I'm using MySQL 5.6. Let's say we have the following two tables:
Every DataSet
has a huge amount of child DataEntry
records that the number would be 10000 or 100000 or more. DataSet.md5sum
and DataSet.version
get updated when its child DataEntry
records are inserted or deleted, in one transaction. A DataSet.md5sum
is calculated against all of its children DataEntry.content
s.
Under this situation, What's the most efficient way to fetch consistent data from those two tables?
If I issue the following two distinct SELECTs, I think I might get inconsistent data due to concurrent INSERT / UPDATEs:
SELECT md5sum, version FROM DataSet WHERE dataset_id = 1000
SELECT dataentry_id, content FROM DataEntry WHERE dataset_id = 1000
-- I think the result of this query will possibly incosistent with the md5sum which fetched by former queryI think I can get consistent data with one query as follows:
SELECT e.dataentry_id, e.content, s.md5sum, s.version
FROM DataSet s
INNER JOIN DataEntry e ON (s.dataset_id = e.dataset_id)
WHERE s.dataset_id = 1000
But it produces redundant dataset which filled with 10000 or 100000 duplicated md5sum
s, So I guess it's not efficient (EDIT: My concerns are high network bandwidth and memory consumption).
I think using pessimistic read / write lock (SELECT ... LOCK IN SHARE MODE
/ FOR UPDATE
) would be another option but it seems overkill. Are there any other better approaches?
The join will ensure that the data returned is not affected by any updates that would have occurred between the two separate selects, since they are being executed as a single query.
When you say that md5sum and version are updated, do you mean the child table has a trigger on it for inserts and updates?
When you join the tables, you will get a "duplicate md5sum and version" because you are pulling the matching record for each item in the DataEntry
table. It is perfectly fine and isn't going to be an efficiency issue. The alternative would be to use the two individual selects, but depending upon the frequency of inserts/updates, without a transaction, you run the very slight risk of getting data that may be slightly off.
I would just go with the join. You can run explain plans on your query from within mysql and look at how the query is executed and see any differences between the two approaches based upon your data and if you have any indexes, etc...
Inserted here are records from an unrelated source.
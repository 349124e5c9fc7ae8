import { beforeEach, describe, expect, it } from "vitest";
import request from "supertest";
import { createTestApp } from "../helpers/app";
import { csrfFor, signedInAgent } from "../helpers/auth";
import { buildCompany, buildUser, TEST_PASSWORD } from "../helpers/factories";
import { countRows, truncateAll } from "../helpers/db";
import { AuditEvent, Session, User } from "../../server/models/index";

beforeEach(truncateAll);

const newUser = { email: "crewlead@example.com", name: "Ines Halvorsen", role: "crew", password: "long-enough-pass" };

describe("GET /api/users", () => {
  it("lists the owner's company only, without password hashes", async () => {
    const { agent, user } = await signedInAgent({ role: "owner" });
    await buildUser({ companyId: user.companyId, role: "crew", name: "Same Company" });
    await buildUser({ name: "Other Company" });
    const res = await agent.get("/api/users");
    expect(res.status).toBe(200);
    expect(res.body.data.map((u: { name: string }) => u.name).sort()).toEqual(["Same Company", user.name].sort());
    expect(JSON.stringify(res.body)).not.toMatch(/hash/i);
    expect(res.body.data[0]).toMatchObject({ active: true, companyId: user.companyId });
  });

  it.each(["estimator", "crew"] as const)("refuses a %s with 403", async (role) => {
    const { agent } = await signedInAgent({ role });
    const res = await agent.get("/api/users");
    expect(res.status).toBe(403);
    expect(res.body.error.code).toBe("forbidden");
  });

  it("refuses anonymous with 401", async () => {
    expect((await request(createTestApp()).get("/api/users")).status).toBe(401);
  });
});

describe("POST /api/users", () => {
  it("creates a user in the owner's company, hashes the password and records it in the audit log", async () => {
    const { agent, token, user: owner, app } = await signedInAgent({ role: "owner" });
    const res = await agent.post("/api/users").set("X-CSRF-Token", token).send(newUser);
    expect(res.status).toBe(201);
    expect(res.body.data).toMatchObject({ email: "crewlead@example.com", role: "crew", companyId: owner.companyId, active: true });
    const row = await User.findByPk(res.body.data.id);
    expect(row!.passwordHash).toMatch(/^\$2[aby]\$/);
    expect(row!.passwordHash).not.toContain(newUser.password);
    const audit = await AuditEvent.findAll({ where: { entityType: "user", entityId: String(row!.id) } });
    expect(audit.map((a) => a.action)).toEqual(["created"]);
    expect(audit[0].actorId).toBe(owner.id);
    // The new user can sign in.
    const fresh = request.agent(app);
    const csrf1 = await csrfFor(fresh);
    const login = await fresh
      .post("/api/auth/login")
      .set("X-CSRF-Token", csrf1)
      .send({ email: newUser.email, password: newUser.password });
    expect(login.status).toBe(200);
  });

  it("answers a bad body with 400, field messages, and no new row", async () => {
    const { agent, token } = await signedInAgent({ role: "owner" });
    const before = await countRows("users");
    const res = await agent.post("/api/users").set("X-CSRF-Token", token).send({ email: "x", name: "", role: "boss", password: "short" });
    expect(res.status).toBe(400);
    expect(res.body.error.fields).toEqual({
      email: "Enter a valid e-mail address",
      name: "Required",
      role: "Pick a role",
      password: "Use at least 10 characters",
    });
    expect(await countRows("users")).toBe(before);
  });

  it("answers a taken e-mail with 409", async () => {
    const { agent, token } = await signedInAgent({ role: "owner" });
    await buildUser({ email: newUser.email });
    const res = await agent.post("/api/users").set("X-CSRF-Token", token).send(newUser);
    expect(res.status).toBe(409);
  });

  it("refuses an estimator with 403 before looking at the body", async () => {
    const { agent, token } = await signedInAgent({ role: "estimator" });
    const res = await agent.post("/api/users").set("X-CSRF-Token", token).send({});
    expect(res.status).toBe(403);
  });

  it("refuses a request without the CSRF token", async () => {
    const { agent } = await signedInAgent({ role: "owner" });
    const res = await agent.post("/api/users").send(newUser);
    expect(res.status).toBe(403);
    expect(res.body.error.code).toBe("csrf");
    expect(await User.count({ where: { email: newUser.email } })).toBe(0);
  });
});

describe("PATCH /api/users/:id", () => {
  it("changes a role", async () => {
    const { agent, token, user } = await signedInAgent({ role: "owner" });
    const member = await buildUser({ companyId: user.companyId, role: "crew" });
    const res = await agent.patch(`/api/users/${member.id}`).set("X-CSRF-Token", token).send({ role: "estimator" });
    expect(res.status).toBe(200);
    expect(res.body.data.role).toBe("estimator");
  });

  it("deactivating a user ends that user's live sessions at once", async () => {
    const app = createTestApp();
    const { agent: ownerAgent, token, user: owner } = await signedInAgent({ role: "owner" }, app);
    const member = await buildUser({ companyId: owner.companyId, role: "estimator" });
    const memberAgent = request.agent(app);
    const csrf2 = await csrfFor(memberAgent);
    await memberAgent
      .post("/api/auth/login")
      .set("X-CSRF-Token", csrf2)
      .send({ email: member.email, password: TEST_PASSWORD })
      .expect(200);
    expect((await memberAgent.get("/api/auth/me")).status).toBe(200);
    const res = await ownerAgent.patch(`/api/users/${member.id}`).set("X-CSRF-Token", token).send({ active: false });
    expect(res.status).toBe(200);
    expect(res.body.data.active).toBe(false);
    expect(await Session.count({ where: { userId: member.id } })).toBe(0);
    expect((await memberAgent.get("/api/auth/me")).status).toBe(401);
  });

  it("refuses to demote or deactivate the last active owner (409)", async () => {
    const { agent, token, user: owner } = await signedInAgent({ role: "owner" });
    const demote = await agent.patch(`/api/users/${owner.id}`).set("X-CSRF-Token", token).send({ role: "estimator" });
    expect(demote.status).toBe(409);
    expect(demote.body.error.code).toBe("last_owner");
    const deactivate = await agent.patch(`/api/users/${owner.id}`).set("X-CSRF-Token", token).send({ active: false });
    expect(deactivate.status).toBe(409);
    expect((await User.findByPk(owner.id))!.role).toBe("owner");
    // With a second active owner the change is allowed.
    await buildUser({ companyId: owner.companyId, role: "owner" });
    const ok = await agent.patch(`/api/users/${owner.id}`).set("X-CSRF-Token", token).send({ role: "estimator" });
    expect(ok.status).toBe(200);
  });

  it("does not count an inactive owner as the other owner", async () => {
    const { agent, token, user: owner } = await signedInAgent({ role: "owner" });
    await buildUser({ companyId: owner.companyId, role: "owner", active: false });
    const res = await agent.patch(`/api/users/${owner.id}`).set("X-CSRF-Token", token).send({ active: false });
    expect(res.status).toBe(409);
  });

  it("answers another company's user with 404 and changes nothing", async () => {
    const { agent, token } = await signedInAgent({ role: "owner" });
    const other = await buildUser({ companyId: (await buildCompany()).id, role: "estimator" });
    const res = await agent.patch(`/api/users/${other.id}`).set("X-CSRF-Token", token).send({ role: "crew" });
    expect(res.status).toBe(404);
    expect((await User.findByPk(other.id))!.role).toBe("estimator");
  });

  it("answers a non-numeric id with 404", async () => {
    const { agent, token } = await signedInAgent({ role: "owner" });
    expect((await agent.patch("/api/users/abc").set("X-CSRF-Token", token).send({ role: "crew" })).status).toBe(404);
  });

  it("answers an empty change with 400", async () => {
    const { agent, token, user } = await signedInAgent({ role: "owner" });
    const res = await agent.patch(`/api/users/${user.id}`).set("X-CSRF-Token", token).send({});
    expect(res.status).toBe(400);
  });
});

describe("PUT /api/users/:id/password", () => {
  it("lets the owner set a new password for a team member and signs them out elsewhere", async () => {
    const app = createTestApp();
    const { agent, token, user: owner } = await signedInAgent({ role: "owner" }, app);
    const member = await buildUser({ companyId: owner.companyId });
    const res = await agent.put(`/api/users/${member.id}/password`).set("X-CSRF-Token", token).send({ password: "set-by-the-owner" });
    expect(res.status).toBe(204);
    const fresh = request.agent(app);
    const csrf3 = await csrfFor(fresh);
    const login = await fresh
      .post("/api/auth/login")
      .set("X-CSRF-Token", csrf3)
      .send({ email: member.email, password: "set-by-the-owner" });
    expect(login.status).toBe(200);
  });

  it("refuses a crew member with 403", async () => {
    const { agent, token, user } = await signedInAgent({ role: "crew" });
    const res = await agent.put(`/api/users/${user.id}/password`).set("X-CSRF-Token", token).send({ password: "whatever-long-one" });
    expect(res.status).toBe(403);
  });
});
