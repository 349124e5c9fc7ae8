import { DataTypes, type QueryInterface } from "sequelize";

export async function up(qi: QueryInterface) {
  await qi.createTable("jobs", {
    id: { type: DataTypes.INTEGER.UNSIGNED, autoIncrement: true, primaryKey: true },
    company_id: {
      type: DataTypes.INTEGER.UNSIGNED,
      allowNull: false,
      references: { model: "companies", key: "id" },
      onDelete: "RESTRICT",
    },
    customer_id: {
      type: DataTypes.INTEGER.UNSIGNED,
      allowNull: false,
      references: { model: "customers", key: "id" },
      onDelete: "RESTRICT",
    },
    site_address_line1: { type: DataTypes.STRING(160), allowNull: true },
    site_address_line2: { type: DataTypes.STRING(160), allowNull: true },
    site_city: { type: DataTypes.STRING(80), allowNull: true },
    site_region: { type: DataTypes.STRING(80), allowNull: true },
    site_postal_code: { type: DataTypes.STRING(20), allowNull: true },
    status: {
      type: DataTypes.ENUM("lead", "estimating", "proposed", "won", "scheduled", "installed", "lost"),
      allowNull: false,
      defaultValue: "lead",
    },
    estimator_id: {
      type: DataTypes.INTEGER.UNSIGNED,
      allowNull: true,
      references: { model: "users", key: "id" },
      onDelete: "SET NULL",
    },
    site: { type: DataTypes.JSON, allowNull: false },
    notes: { type: DataTypes.TEXT, allowNull: true },
    squares: { type: DataTypes.DECIMAL(10, 2), allowNull: true },
    quote_total_cents: { type: DataTypes.BIGINT, allowNull: true },
    archived_at: { type: DataTypes.DATE, allowNull: true },
    created_at: { type: DataTypes.DATE, allowNull: false },
    updated_at: { type: DataTypes.DATE, allowNull: false },
  });
  // The jobs board: company + archived + status filter, newest change first.
  await qi.addIndex("jobs", ["company_id", "archived_at", "status", "updated_at"], { name: "jobs_board_status" });
  // The board without a status filter, sorted by last change.
  await qi.addIndex("jobs", ["company_id", "archived_at", "updated_at"], { name: "jobs_board_updated" });
  await qi.addIndex("jobs", ["company_id", "estimator_id"], { name: "jobs_company_estimator" });
  await qi.addIndex("jobs", ["company_id", "customer_id"], { name: "jobs_company_customer" });
}

export async function down(qi: QueryInterface) {
  await qi.dropTable("jobs");
}
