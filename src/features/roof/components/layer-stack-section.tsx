import { EmptyState } from "@/components/ui/empty-state";

/** The job workspace's Layer stack section. */
export function LayerStackSection(_props: { jobId: number }) {
  return <EmptyState title="Layer stack" description="The assembly builder is being built." />;
}
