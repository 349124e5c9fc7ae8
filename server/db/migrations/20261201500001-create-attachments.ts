import { DataTypes, type QueryInterface } from "sequelize";

export async function up(qi: QueryInterface) {
  await qi.createTable("attachments", {
    id: { type: DataTypes.INTEGER.UNSIGNED, autoIncrement: true, primaryKey: true },
    company_id: {
      type: DataTypes.INTEGER.UNSIGNED,
      allowNull: false,
      references: { model: "companies", key: "id" },
      onDelete: "RESTRICT",
    },
    job_id: {
      type: DataTypes.INTEGER.UNSIGNED,
      allowNull: false,
      references: { model: "jobs", key: "id" },
      onDelete: "CASCADE",
    },
    kind: { type: DataTypes.ENUM("photo", "plan", "document", "csv"), allowNull: false },
    storage_key: { type: DataTypes.STRING(80), allowNull: false, unique: true },
    thumb_key: { type: DataTypes.STRING(80), allowNull: true },
    original_name: { type: DataTypes.STRING(200), allowNull: false },
    mime: { type: DataTypes.STRING(100), allowNull: false },
    size: { type: DataTypes.INTEGER.UNSIGNED, allowNull: false },
    width: { type: DataTypes.INTEGER.UNSIGNED, allowNull: true },
    height: { type: DataTypes.INTEGER.UNSIGNED, allowNull: true },
    caption: { type: DataTypes.STRING(500), allowNull: false, defaultValue: "" },
    show_in_proposal: { type: DataTypes.BOOLEAN, allowNull: false, defaultValue: false },
    for_crew: { type: DataTypes.BOOLEAN, allowNull: false, defaultValue: false },
    status: { type: DataTypes.ENUM("ready", "processing", "failed"), allowNull: false, defaultValue: "ready" },
    error_message: { type: DataTypes.STRING(300), allowNull: true },
    uploaded_by: {
      type: DataTypes.INTEGER.UNSIGNED,
      allowNull: true,
      references: { model: "users", key: "id" },
      onDelete: "SET NULL",
    },
    archived_at: { type: DataTypes.DATE, allowNull: true },
    created_at: { type: DataTypes.DATE, allowNull: false },
    updated_at: { type: DataTypes.DATE, allowNull: false },
  });
  await qi.addIndex("attachments", ["company_id", "job_id", "archived_at"], { name: "attachments_job" });
}

export async function down(qi: QueryInterface) {
  await qi.dropTable("attachments");
}
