import type { QueryInterface } from "sequelize";
import * as m1 from "./20261201000001-create-companies";
import * as m2 from "./20261201000002-create-users";
import * as m3 from "./20261201000003-create-sessions";
import * as m4 from "./20261201000004-create-audit-events";

interface Migration {
  name: string;
  up(qi: QueryInterface): Promise<void>;
  down(qi: QueryInterface): Promise<void>;
}

/** Every migration, in order. A new migration file is added here too (a test checks the folder). */
export const migrations: Migration[] = [
  { name: "20261201000001-create-companies", ...m1 },
  { name: "20261201000002-create-users", ...m2 },
  { name: "20261201000003-create-sessions", ...m3 },
  { name: "20261201000004-create-audit-events", ...m4 },
];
Perhaps it would be more beneficial to run these groups of records into a staging table of sorts. Before processing, you could call a pre-processor function that takes a "snapshot" of the data about to be processed, putting a copy into a staging table. Then you could select just the version and md5sum alone, and then all of the records, as two different selects. Since these are copied into a separate staging table, you wont have to worry about immediate updates corrupting your session of processing. You could set up timed jobs to do this or have it as an on-demand call. Again though, this would be something you would need to research the best approach given the hardware/network setup you are working with. And any job scheduling software you have available to you.